■ Data extract:
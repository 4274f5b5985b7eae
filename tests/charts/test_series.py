"""Every rule, EWMA and CUSUM at every point of published worked examples and of a series per edge.

The sources stand in series.json beside each series; all published values are from memory, recomputed independently.
"""

import json
from math import isnan
from pathlib import Path

import pytest

from charts import reference
from charts.feeding import every_way, judged, readings_of
from quietmill.model import COUNTS, Cusum, Detector, Ewma, Rule, rules_in

SERIES = json.loads((Path(__file__).parent / "series.json").read_text())


def detector_of(entry: dict) -> Detector:
    rules = {Rule(number - 1): COUNTS.get(Rule(number - 1), (0, 0, 0))[0] for number in entry["rules"]}
    if "same_side" in entry:
        rules[Rule.SAME_SIDE] = entry["same_side"]
    ewma, cusum = entry["ewma"], entry["cusum"]
    return Detector(
        float(entry["centre"]),
        float(entry["sigma"]),
        rules=rules,
        ewma=Ewma(float(ewma["lam"]), float(ewma["L"]), ewma["limits"] == "exact") if ewma else None,
        cusum=Cusum(float(cusum["k"]), float(cusum["h"]), float(cusum.get("head", 0))) if cusum else None,
    )


def named(rule: Rule, side: int) -> int | str:
    """Return a rule as the series name it: Nelson's number, or ewma+, cusum-."""
    return rule + 1 if rule < Rule.EWMA else f"{rule.label}{'+' if side == 1 else '-'}"


@pytest.mark.parametrize("name", SERIES)
def test_the_bank_signals_where_the_series_says(name: str) -> None:
    entry = SERIES[name]
    points = judged(detector_of(entry), [float(value) for value in entry["points"]]).points
    found = [
        [place, named(rule, side)]
        for place, word in enumerate(points["bits"].tolist())
        for rule in rules_in(word)
        for side in (1, 2)
        if word >> (2 * rule) & side
    ]
    assert sorted(map(str, found)) == sorted(map(str, entry["signals"]))


@pytest.mark.parametrize("name", SERIES)
def test_the_reference_signals_where_the_series_says(name: str) -> None:
    entry = SERIES[name]
    points = reference.judge([float(value) for value in entry["points"]], detector_of(entry))
    found = [[place, named(rule, side)] for place, point in enumerate(points) for rule, side in point.holds]
    assert sorted(map(str, found)) == sorted(map(str, entry["signals"]))


@pytest.mark.parametrize("name", SERIES)
def test_the_statistics_at_every_point_are_those_of_the_series(name: str) -> None:
    entry = SERIES[name]
    points = judged(detector_of(entry), [float(value) for value in entry["points"]]).points
    columns = {"z": "z", "mr": "spread", "ewma": "ewma", "s_hi": "cusum_high", "s_lo": "cusum_low"}
    for column, texts in entry["statistics"].items():
        for text, value in zip(texts, points[columns[column]].tolist(), strict=True):
            assert isnan(value) if text == "" else value == pytest.approx(float(text), rel=1e-8, abs=1e-8)


@pytest.mark.parametrize("name", SERIES)
def test_every_way_of_feeding_a_series_says_the_same(name: str) -> None:
    readings = readings_of([float(value) for value in SERIES[name]["points"]])
    first, *others = every_way([detector_of(SERIES[name])], readings)
    for other in others:
        assert other == first


def test_the_limits_of_the_nist_flow_rates_are_the_published_ones() -> None:
    """NIST/SEMATECH e-Handbook 6.3.2.2, from memory: 55.8041 and 45.8159 about 50.81."""
    entry = SERIES["nist_flowrate"]
    points = judged(detector_of(entry), [float(value) for value in entry["points"]]).points
    assert points["upper"][0] == pytest.approx(55.8041, abs=5e-5)
    assert points["lower"][0] == pytest.approx(45.8159, abs=5e-5)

■ What needs to be done: An exact reproduction of all the records is needed.

■ Output of the exercise:
repository 4274f5b5985b7eae
filename tests/charts/test_series.py
"""Every rule, EWMA and CUSUM at every point of published worked examples and of a series per edge.

The sources stand in series.json beside each series; all published values are from memory, recomputed independently.
"""

import json
from math import isnan
from pathlib import Path

import pytest

from charts import reference
from charts.feeding import every_way, judged, readings_of
from quietmill.model import COUNTS, Cusum, Detector, Ewma, Rule, rules_in

SERIES = json.loads((Path(__file__).parent / "series.json").read_text())


def detector_of(entry: dict) -> Detector:
    rules = {Rule(number - 1): COUNTS.get(Rule(number - 1), (0, 0, 0))[0] for number in entry["rules"]}
    if "same_side" in entry:
        rules[Rule.SAME_SIDE] = entry["same_side"]
    ewma, cusum = entry["ewma"], entry["cusum"]
    return Detector(
        float(entry["centre"]),
        float(entry["sigma"]),
        rules=rules,
        ewma=Ewma(float(ewma["lam"]), float(ewma["L"]), ewma["limits"] == "exact") if ewma else None,
        cusum=Cusum(float(cusum["k"]), float(cusum["h"]), float(cusum.get("head", 0))) if cusum else None,
    )


def named(rule: Rule, side: int) -> int | str:
    """Return a rule as the series name it: Nelson's number, or ewma+, cusum-."""
    return rule + 1 if rule < Rule.EWMA else f"{rule.label}{'+' if side == 1 else '-'}"


@pytest.mark.parametrize("name", SERIES)
def test_the_bank_signals_where_the_series_says(name: str) -> None:
    entry = SERIES[name]
    points = judged(detector_of(entry), [float(value) for value in entry["points"]]).points
    found = [
        [place, named(rule, side)]
        for place, word in enumerate(points["bits"].tolist())
        for rule in rules_in(word)
        for side in (1, 2)
        if word >> (2 * rule) & side
    ]
    assert sorted(map(str, found)) == sorted(map(str, entry["signals"]))


@pytest.mark.parametrize("name", SERIES)
def test_the_reference_signals_where_the_series_says(name: str) -> None:
    entry = SERIES[name]
    points = reference.judge([float(value) for value in entry["points"]], detector_of(entry))
    found = [[place, named(rule, side)] for place, point in enumerate(points) for rule, side in point.holds]
    assert sorted(map(str, found)) == sorted(map(str, entry["signals"]))


@pytest.mark.parametrize("name", SERIES)
def test_the_statistics_at_every_point_are_those_of_the_series(name: str) -> None:
    entry = SERIES[name]
    points = judged(detector_of(entry), [float(value) for value in entry["points"]]).points
    columns = {"z": "z", "mr": "spread", "ewma": "ewma", "s_hi": "cusum_high", "s_lo": "cusum_low"}
    for column, texts in entry["statistics"].items():
        for text, value in zip(texts, points[columns[column]].tolist(), strict=True):
            assert isnan(value) if text == "" else value == pytest.approx(float(text), rel=1e-8, abs=1e-8)


@pytest.mark.parametrize("name", SERIES)
def test_every_way_of_feeding_a_series_says_the_same(name: str) -> None:
    readings = readings_of([float(value) for value in SERIES[name]["points"]])
    first, *others = every_way([detector_of(SERIES[name])], readings)
    for other in others:
        assert other == first


def test_the_limits_of_the_nist_flow_rates_are_the_published_ones() -> None:
    """NIST/SEMATECH e-Handbook 6.3.2.2, from memory: 55.8041 and 45.8159 about 50.81."""
    entry = SERIES["nist_flowrate"]
    points = judged(detector_of(entry), [float(value) for value in entry["points"]]).points
    assert points["upper"][0] == pytest.approx(55.8041, abs=5e-5)
    assert points["lower"][0] == pytest.approx(45.8159, abs=5e-5)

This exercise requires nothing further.